What the exercise asks — Supply the number of lines in the data below that hold "carries", and let that number be the whole answer.

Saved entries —
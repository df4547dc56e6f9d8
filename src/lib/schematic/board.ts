// Placement on a left-to-right power path: the rail runs along y = 0 from the input terminal to the
// output terminal, series parts sit on it, shunt parts hang from it to the ground rail at GROUND_Y,
// and integrated circuits are blocks whose pins the layouts wire. Positions come from the order of
// placement and the width of each part's labels, never from per-design coordinates.
import type { Component } from '../engine/types.ts';
import { Sheet, type Label, type Pin, type Point } from './sheet.ts';
import { SPAN, frame, heatsink, terminalMarkup, type Direction } from './symbols.ts';
import { LINE, deviceName, detailText, textWidth, titleOf, valueText } from './words.ts';

export const GROUND_Y = 240;
/** Space between neighbouring columns on the power path. */
export const GAP = 26;
/** Nets above this DC voltage carry the dangerous-voltage mark (the extra-low-voltage limit, IEC 61140 / IEC 60449, from memory). */
export const HAZARD_V = 60;

type Draw = (t: ReturnType<typeof frame>) => string[];

export interface ChainEntry {
  c: Component;
  draw: Draw;
  /** Pin names, first pin first. */
  pins: [string, string];
  /** The symbol's first pin at the bottom (a diode with its cathode up). */
  reverse?: boolean;
}

export interface Box {
  minX: number;
  minY: number;
  maxX: number;
  maxY: number;
}

/** The label lines of a two-pin part: reference, value, make-up and ratings. */
export function partLines(c: Component): string[] {
  const value = valueText(c);
  if (value === null) return [c.ref, ...deviceName(c)];
  return [c.ref, value, detailText(c)].filter((s): s is string => s !== null);
}

export class Board {
  readonly sheet = new Sheet();
  readonly box: Box = { minX: 0, minY: 0, maxX: 0, maxY: GROUND_Y + 20 };
  /** Where a device's heatsink is drawn: beside its labels. */
  readonly heatsinkAt = new Map<string, Point>();
  /** The next free x on the power path. */
  x = 0;
  /** The rail's open end: the last pin placed on it. */
  open: Point = { x: 0, y: 0 };
  /** The highest DC voltage the present rail net carries. */
  volts = 0;
  private marked = new Set<string>();
  readonly hazardNets: string[] = [];
  net = 'IN';

  reach(x: number, y: number): void {
    this.box.minX = Math.min(this.box.minX, x);
    this.box.maxX = Math.max(this.box.maxX, x);
    this.box.minY = Math.min(this.box.minY, y);
    this.box.maxY = Math.max(this.box.maxY, y);
  }

  /** Label lines from `at` downward; the first line bold. Returns the labels and their right edge. */
  lines(texts: string[], at: Point, anchor: Label['anchor'], boldFirst = true): { labels: Label[]; right: number } {
    const labels = texts.map((text, i) => ({
      x: at.x,
      y: at.y + i * LINE,
      text,
      anchor,
      ...(i === 0 && boldFirst ? { weight: 'bold' as const } : {}),
    }));
    let right = at.x;
    for (const l of labels) {
      const w = textWidth(l.text);
      const left = anchor === 'start' ? l.x : anchor === 'middle' ? l.x - w / 2 : l.x - w;
      this.reach(left, l.y - 10);
      this.reach(left + w, l.y + 4);
      right = Math.max(right, left + w);
    }
    return { labels, right };
  }

  /** A two-pin symbol from `a` in direction `dir`, registered with its pins; returns both pin points. */
  twoPin(e: ChainEntry, a: Point, dir: Direction, labels: Label[], flip = false): [Point, Point] {
    const t = frame(a, dir, flip);
    const b = t(SPAN, 0);
    this.reach(Math.min(a.x, b.x) - 14, Math.min(a.y, b.y) - 14);
    this.reach(Math.max(a.x, b.x) + 14, Math.max(a.y, b.y) + 14);
    this.sheet.part({ ref: e.c.ref, markup: e.draw(t), labels, title: titleOf(e.c) }, [
      { ref: e.c.ref, name: e.pins[0], ...a },
      { ref: e.c.ref, name: e.pins[1], ...b },
    ]);
    return [a, b];
  }

  /** A series part on the rail: wired from the open end, its labels below; the rail then carries `volts`. */
  series(e: ChainEntry, volts: number, net: string, extraGap = 0): [Point, Point] {
    const lines = partLines(e.c);
    const width = Math.max(SPAN, ...lines.map((l) => textWidth(l)));
    const left = this.x + GAP + extraGap + (width - SPAN) / 2;
    const mid = left + SPAN / 2;
    const { labels } = this.lines(lines, { x: mid, y: 30 }, 'middle');
    this.heatsinkAt.set(e.c.ref, { x: mid - 12, y: 30 + lines.length * LINE + 6 });
    const [a, b] = e.reverse
      ? this.twoPin(e, { x: left + SPAN, y: 0 }, 'left', labels).reverse()
      : this.twoPin(e, { x: left, y: 0 }, 'right', labels);
    this.railTo(a!);
    this.open = b!;
    this.x = left + width - (width - SPAN) / 2;
    this.enter(net, volts);
    return [a!, b!];
  }

  /** The rail from its open end to `p` (a pin or a point on the path). */
  railTo(p: Point): void {
    this.sheet.wire(this.open, p);
    this.mark(this.open, p);
    this.open = p;
  }

  /** The rail now carries net `net` at up to `volts`. */
  enter(net: string, volts: number): void {
    this.net = net;
    this.volts = volts;
  }

  /** One dangerous-voltage mark per rail net, placed once the drawing is complete (placeHazards). */
  private mark(from: Point, to: Point): void {
    if (from.y !== 0 || to.y !== 0 || to.x - from.x < 30 || this.volts <= HAZARD_V || this.marked.has(this.net)) return;
    this.marked.add(this.net);
    this.hazardNets.push(this.net);
    this.pendingMarks.push({ from, to });
  }
  private readonly pendingMarks: { from: Point; to: Point }[] = [];

  /** Each rail net's mark above the first free spot of its stretch of rail: no wire, pin or label there. */
  placeHazards(): void {
    const half = 13;
    const busy = (x: number, y: number) => {
      const [x0, x1, y0, y1] = [x - half, x + half, y - half, y + half];
      const hitsWire = this.sheet.wires.some((w) =>
        w.slice(1).some((b, i) => {
          const a = w[i]!;
          return Math.max(a.x, b.x) >= x0 && Math.min(a.x, b.x) <= x1 && Math.max(a.y, b.y) >= y0 && Math.min(a.y, b.y) <= y1;
        }),
      );
      const hitsLabel = this.sheet.parts.some((p) =>
        p.labels.some((l) => {
          const w = textWidth(l.text);
          const left = l.anchor === 'start' ? l.x : l.anchor === 'middle' ? l.x - w / 2 : l.x - w;
          return left <= x1 && left + w >= x0 && l.y - 10 <= y1 && l.y + 3 >= y0;
        }),
      );
      return hitsWire || hitsLabel || this.sheet.pins.some((p) => p.x >= x0 && p.x <= x1 && p.y >= y0 && p.y <= y1);
    };
    for (const { from, to } of this.pendingMarks) {
      const y = -18;
      let x = from.x + 16;
      while (x <= to.x - 16 && busy(x, y)) x += 4;
      const at = { x: x <= to.x - 16 ? x : from.x + 16, y };
      this.sheet.hazards.push(at);
      this.reach(at.x - 12, at.y - 12);
    }
  }

  /** The dangerous-voltage mark at `at` when net `net` may exceed HAZARD_V (once a net). */
  hazard(net: string, volts: number, at: Point): void {
    if (volts <= HAZARD_V || this.marked.has(net)) return;
    this.marked.add(net);
    this.hazardNets.push(net);
    this.sheet.hazards.push(at);
    this.reach(at.x - 12, at.y - 12);
  }

  /**
   * A vertical chain of two-pin parts from the rail (at the next column) down to the ground rail,
   * labels to the right; returns the column's x and the midpoints of the wires between parts.
   */
  chain(entries: ChainEntry[], labelSide: 'right' | 'left' = 'right'): { x: number; mids: Point[]; tops: Point[]; bottoms: Point[] } {
    const texts = entries.map((e) => partLines(e.c));
    const labelWidth = Math.max(...texts.flat().map((t) => textWidth(t)));
    const x = this.x + GAP + (labelSide === 'left' ? labelWidth + 14 : 0);
    return this.chainAt(x, entries, labelSide, texts, labelWidth);
  }

  chainAt(
    x: number,
    entries: ChainEntry[],
    labelSide: 'right' | 'left',
    texts = entries.map((e) => partLines(e.c)),
    labelWidth = Math.max(...texts.flat().map((t) => textWidth(t))),
    top = 0,
  ): { x: number; mids: Point[]; tops: Point[]; bottoms: Point[] } {
    const n = entries.length;
    const gap = (GROUND_Y - top - n * SPAN) / (n + 1);
    const mids: Point[] = [];
    const tops: Point[] = [];
    const bottoms: Point[] = [];
    let y = top;
    let from: Point = { x, y: top };
    entries.forEach((e, i) => {
      const start = y + gap;
      const centre = start + SPAN / 2;
      const lx = labelSide === 'right' ? x + 14 : x - 14;
      const { labels } = this.lines(
        texts[i]!,
        { x: lx, y: centre - ((texts[i]!.length - 1) * LINE) / 2 + 4 },
        labelSide === 'right' ? 'start' : 'end',
      );
      this.heatsinkAt.set(e.c.ref, { x: lx, y: centre + ((texts[i]!.length + 1) * LINE) / 2 + 4 });
      const [p1, p2] = e.reverse
        ? this.twoPin(e, { x, y: start + SPAN }, 'up', labels).reverse()
        : this.twoPin(e, { x, y: start }, 'down', labels);
      this.sheet.wire(from, p1!);
      if (i > 0) mids.push({ x, y: Math.round((from.y + p1!.y) / 2) });
      tops.push(p1!);
      bottoms.push(p2!);
      from = p2!;
      y = start + SPAN;
    });
    this.sheet.wire(from, { x, y: GROUND_Y });
    this.x = Math.max(this.x, labelSide === 'right' ? x + 14 + labelWidth : x);
    return { x, mids, tops, bottoms };
  }

  /** A terminal pair: the rail end and its return on the ground rail, labelled on the outer side. */
  terminal(side: 'in' | 'out', lines: string[]): Point {
    const at = { x: this.x, y: 0 };
    const ret = { x: this.x, y: GROUND_Y };
    const ref = side === 'in' ? 'IN' : 'OUT';
    const anchor = side === 'in' ? 'end' : 'start';
    const dx = side === 'in' ? -10 : 10;
    const { labels } = this.lines(lines, { x: at.x + dx, y: -22 }, anchor);
    const back = this.lines(['0 V'], { x: ret.x + dx, y: ret.y + 4 }, anchor, false);
    this.sheet.part(
      {
        ref,
        terminal: true,
        markup: [terminalMarkup(at), terminalMarkup(ret)],
        labels: [...labels, ...back.labels],
        title: lines.join(' '),
      },
      [
        { ref, name: '+', ...at },
        { ref, name: '0V', ...ret },
      ],
    );
    this.sheet.tag(at, ref, side === 'in' ? 'left' : 'right', true);
    this.reach(at.x, at.y);
    return at;
  }

  /** A short stub from `pin` toward `side` ending in a net tag named `name`. */
  tagged(pin: Point, name: string, side: 'up' | 'down' | 'left' | 'right'): void {
    const d = 14;
    const end =
      side === 'left'
        ? { x: pin.x - d, y: pin.y }
        : side === 'right'
          ? { x: pin.x + d, y: pin.y }
          : side === 'up'
            ? { x: pin.x, y: pin.y - d }
            : { x: pin.x, y: pin.y + d };
    this.sheet.wire(pin, end);
    this.sheet.tag(end, name, side);
    const w = textWidth(name) + 16;
    this.reach(
      side === 'left' ? end.x - w : end.x + (side === 'right' ? w : w / 2),
      end.y + (side === 'down' ? 20 : side === 'up' ? -20 : 10),
    );
    this.reach(end.x - (side === 'up' || side === 'down' ? w / 2 : 0), end.y - 10);
  }

  /** A local earth symbol hanging from `at`. */
  ground(at: Point): void {
    this.sheet.ground(at);
    this.reach(at.x + 12, at.y + 22);
  }

  /**
   * An integrated circuit as a rectangle with its pins on the edges (each pin's name inside), its
   * reference and short name above. Returns the pins' points.
   */
  ic(
    c: Component,
    topLeft: Point,
    w: number,
    h: number,
    pins: { name: string; side: 'left' | 'right' | 'top' | 'bottom'; at: number; signal?: boolean }[],
    /** Where the name starts, left-aligned, when a wire rises from the block's top; centred otherwise. */
    headFrom?: number,
  ): Record<string, Point> {
    const points: Record<string, Point> = {};
    const markup = [`<path d="M${topLeft.x} ${topLeft.y} h${w} v${h} h${-w} Z" fill="#ffffff"/>`];
    const pinLabels: Label[] = [];
    const registered: Pin[] = [];
    for (const p of pins) {
      const at =
        p.side === 'left'
          ? { x: topLeft.x, y: topLeft.y + p.at }
          : p.side === 'right'
            ? { x: topLeft.x + w, y: topLeft.y + p.at }
            : p.side === 'top'
              ? { x: topLeft.x + p.at, y: topLeft.y }
              : { x: topLeft.x + p.at, y: topLeft.y + h };
      points[p.name] = at;
      registered.push({ ref: c.ref, name: p.name, ...at, ...(p.signal ? { signal: true } : {}) });
      const inset =
        p.side === 'left'
          ? { x: at.x + 5, y: at.y + 4, anchor: 'start' as const }
          : p.side === 'right'
            ? { x: at.x - 5, y: at.y + 4, anchor: 'end' as const }
            : p.side === 'top'
              ? { x: at.x, y: at.y + 13, anchor: 'middle' as const }
              : { x: at.x, y: at.y - 5, anchor: 'middle' as const };
      pinLabels.push({ x: inset.x, y: inset.y, text: p.name, anchor: inset.anchor, small: true });
    }
    const names = [c.ref, ...deviceName(c)];
    const headTop = topLeft.y - 8 - (names.length - 1) * LINE;
    const head =
      headFrom === undefined
        ? this.lines(names, { x: topLeft.x + w / 2, y: headTop }, 'middle')
        : this.lines(names, { x: headFrom, y: headTop }, 'start');
    // A heatsink goes above the name, so the pins and their wires below stay clear.
    this.heatsinkAt.set(c.ref, { x: topLeft.x + w / 2 - 40, y: headTop - 30 });
    this.reach(topLeft.x, topLeft.y);
    this.reach(topLeft.x + w, topLeft.y + h);
    this.sheet.part({ ref: c.ref, markup, labels: [...head.labels, ...pinLabels], title: titleOf(c) }, registered);
    return points;
  }

  /** A heatsink drawn beside the device it cools, with its reference and thermal resistance. */
  heatsink(c: Component, device: string): void {
    const at = this.heatsinkAt.get(device) ?? { x: this.box.minX + 20, y: GROUND_Y + 40 };
    const body = { x: at.x, y: at.y + 10 };
    const { labels } = this.lines(
      [c.ref, valueText(c)].filter((s): s is string => s !== null),
      { x: at.x + 34, y: at.y + 4 },
      'start',
    );
    this.reach(at.x - 2, at.y - 2);
    this.sheet.part({ ref: c.ref, markup: heatsink(body), labels, title: titleOf(c) }, []);
  }
}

Answer to the problem — 3